A ação, com pedido de liminar, foi proposta pelo promotor de Justiça Carlos Henrique Richter, da 6ª Promotoria Cível, e tem como base investigações que apontam problemas estruturais e operacionais que se arrastam há anos sem solução efetiva.
De acordo com o Ministério Público, relatórios técnicos revelaram um cenário preocupante, com fornecimento irregular e água fora dos padrões de potabilidade, tanto na rede convencional quanto no abastecimento por caminhões-pipa. Entre os dados mais alarmantes estão análises que identificaram a presença da bactéria Escherichia coli, indicativo de contaminação fecal e de alto risco à saúde pública.
Em 2022, 17,31% das amostras analisadas estavam fora do padrão, parte delas com contaminação. Já em 2023, mais de 15% das amostras também foram consideradas irregulares, com registros recorrentes do problema. Os relatórios ainda apontam que o município deixou de realizar o número mínimo de análises exigidas por lei, o que compromete o controle da qualidade da água distribuída.
As inspeções também identificaram estruturas antigas, sistemas operando acima da capacidade, reservatórios sem manutenção adequada e ausência de um programa efetivo de manutenção preventiva.
Além disso, foram constatadas falhas na gestão do serviço, como a ausência de responsáveis técnicos habilitados para operar o sistema e monitorar a qualidade da água.

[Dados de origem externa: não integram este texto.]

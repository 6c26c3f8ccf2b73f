import { describe, expect, it } from 'vitest';
import { buildGraph } from '../graph/build-graph.ts';
import { prepare } from './prepared.ts';
import { mayEndIn, type Prepared } from './prepare.ts';
import type { Territory, TerritoryProblem } from './problem.ts';

const territory = (given: Partial<Territory> = {}): Territory => ({
	base: -1,
	capacity: 1,
	frozen: false,
	closing: false,
	...given,
});

/** Six units in a row, two territories of three. */
function row(given: Partial<TerritoryProblem> = {}): TerritoryProblem {
	return {
		graph: buildGraph(6, [0, 1, 2, 3, 4], [1, 2, 3, 4, 5]),
		measures: [{ name: 'visits', values: Float64Array.of(1, 2, 3, 4, 5, 9), tolerance: 0.5 }],
		today: Int32Array.of(0, 0, 0, 1, 1, 1),
		territories: [territory(), territory()],
		goal: 'fewest-moves',
		reach: null,
		seed: 1,
		effort: 'quick',
		...given,
	};
}

function ready(given: Partial<TerritoryProblem> = {}): Prepared {
	const prepared = prepare(row(given));
	if ('status' in prepared) throw new Error(prepared.message);
	return prepared;
}

describe('targets', () => {
	it('share the total by capacity among those that stay', () => {
		const prepared = ready({
			territories: [territory({ capacity: 0.5 }), territory(), territory({ closing: true })],
		});
		expect([...prepared.targets]).toEqual([8, 16, 0]);
		expect(prepared.greatest[1]).toBeCloseTo(24, 6);
		expect(prepared.greatest[1]).toBeGreaterThan(24);
		expect(prepared.least[1]).toBeLessThan(8);
	});

	it('count only measures with a tolerance', () => {
		const free = { name: 'free', values: new Float64Array(6), tolerance: null };
		const { bound, loads } = ready({ measures: [free, ...row().measures] });
		expect(bound).toEqual([1]);
		expect([...loads]).toEqual([1, 2, 3, 4, 5, 9]);
	});
});

describe('what is fixed', () => {
	it('is every base, lock and unit of a frozen territory, and what is tied to them', () => {
		const { fixed, open } = ready({
			today: Int32Array.of(0, 0, 0, 1, 2, 2),
			territories: [territory({ base: 0 }), territory(), territory({ frozen: true })],
			locks: Int32Array.of(-1, -1, -1, 1, -1, -1),
			together: [
				[2, 1],
				[1, 3],
			],
		});
		expect([...fixed]).toEqual([0, 1, 1, 1, 2, 2]);
		expect([...open]).toEqual([1, 1, 0]);
	});

	it('leaves the base of a leaver free', () => {
		const { fixed } = ready({
			territories: [territory({ base: 0, closing: true }), territory({ base: 0 })],
		});
		expect([...fixed]).toEqual([1, -1, -1, -1, -1, -1]);
	});
});

describe('compulsory moves', () => {
	it('are those of leavers, of units without territory and of parts without the base', () => {
		const today = Int32Array.of(0, 1, 0, 0, -1, 2);
		const territories = [territory({ base: 0 }), territory(), territory({ closing: true })];
		expect([...ready({ today, territories }).compulsory]).toEqual([0, 0, 1, 1, 1, 1]);
	});

	it('go by the larger load where there is no base', () => {
		expect([...ready({ today: Int32Array.of(0, 0, 0, 1, 1, 0) }).compulsory]).toEqual([
			1, 1, 1, 0, 0, 0,
		]);
	});
});

describe('reach', () => {
	const today = Int32Array.of(0, 0, 1, 1, 2, 2);
	const three = [territory(), territory(), territory()];

	it('counts steps between the areas of today', () => {
		const prepared = ready({ today, territories: three, reach: 1 });
		expect([...(prepared.steps ?? [])]).toEqual([0, 1, 2, 1, 0, 1, 2, 1, 0]);
		expect(mayEndIn(prepared, 0, 1)).toBe(true);
		expect(mayEndIn(prepared, 0, 2)).toBe(false);
	});

	it('gives a new hire the place of the base', () => {
		const { steps } = ready({ today, territories: [...three, territory({ base: 5 })], reach: 1 });
		expect([...(steps ?? [])].slice(12)).toEqual([3, 2, 1, 0]);
	});
});

describe('values that are missing', () => {
	it.each([NaN, -1, Infinity])('%d is told with its unit', (value) => {
		const values = Float64Array.of(1, 2, value, 4, 5, 9);
		const answer = prepare(row({ measures: [{ name: 'visits', values, tolerance: null }] }));
		expect(answer).toMatchObject({ reason: 'missing-value', witness: { units: [2] } });
	});

	it('tells a measure that is 0 everywhere', () => {
		const measure = { name: 'visits', values: new Float64Array(6), tolerance: 0.1 };
		expect(prepare(row({ measures: [measure] }))).toMatchObject({ reason: 'missing-value' });
	});
});

describe('what no caller may ask', () => {
	it.each<[string, Partial<TerritoryProblem>]>([
		['too few units', { today: Int32Array.of(0, 0) }],
		['an unknown territory', { today: Int32Array.of(0, 0, 0, 1, 1, 7) }],
		['an unknown unit', { together: [[0, 6]] }],
		['a shared base', { territories: [territory({ base: 2 }), territory({ base: 2 })] }],
		['no capacity', { territories: [territory({ capacity: 0 }), territory()] }],
		['a broken reach', { reach: 1.5 }],
		['a negative cost', { cost: Float64Array.of(1, 1, 1, 1, 1, -1) }],
	])('%s', (_, given) => {
		expect(() => prepare(row(given))).toThrow(RangeError);
	});
});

No caso dos caminhões-pipa, a situação é considerada ainda mais crítica. Nenhum dos veículos vistoriados atendia integralmente às exigências sanitárias, e o DAE/VG não possui contrato com laboratório habilitado para analisar a água distribuída por esse meio.
⚖️ Pedidos à Justiça
Segundo o Ministério Público, mesmo após reuniões, notificações e solicitações de um plano de ação, o DAE/VG e o município não adotaram medidas eficazes para resolver os problemas.
Diante disso, o MPMT pede que a Justiça determine a adoção de medidas imediatas, como a realização contínua de análises da água, a contratação de laboratório credenciado e a correção das irregularidades apontadas.
Também foi solicitado o envio de relatórios mensais ao Judiciário por dois anos, além da aplicação de multa diária em caso de descumprimento.
O órgão ainda pede a condenação por dano moral coletivo, diante da exposição prolongada de cerca de 96% da população de Várzea Grande a um serviço essencial prestado de forma precária e insegura.
🗣️ O que dizem os órgãos
Procurado, o DAE/VG informou que realiza monitoramento contínuo da qualidade da água, conforme os parâmetros do Ministério da Saúde, com coletas periódicas e análises laboratoriais. Segundo o órgão, eventuais não conformidades são tratadas de forma imediata, com ações corretivas.
Em relação ao abastecimento, a Prefeitura de Várzea Grande afirmou que executa o maior plano de investimentos da história do sistema, com previsão superior a R$ 41 milhões em obras e ações estruturantes. Ao todo, são dez frentes de trabalho voltadas à ampliação da captação, produção e distribuição de água.
A gestão também informou que avança no processo de concessão dos serviços de água e esgoto, com estudos técnicos em andamento, com o objetivo de ampliar investimentos e melhorar a qualidade do serviço.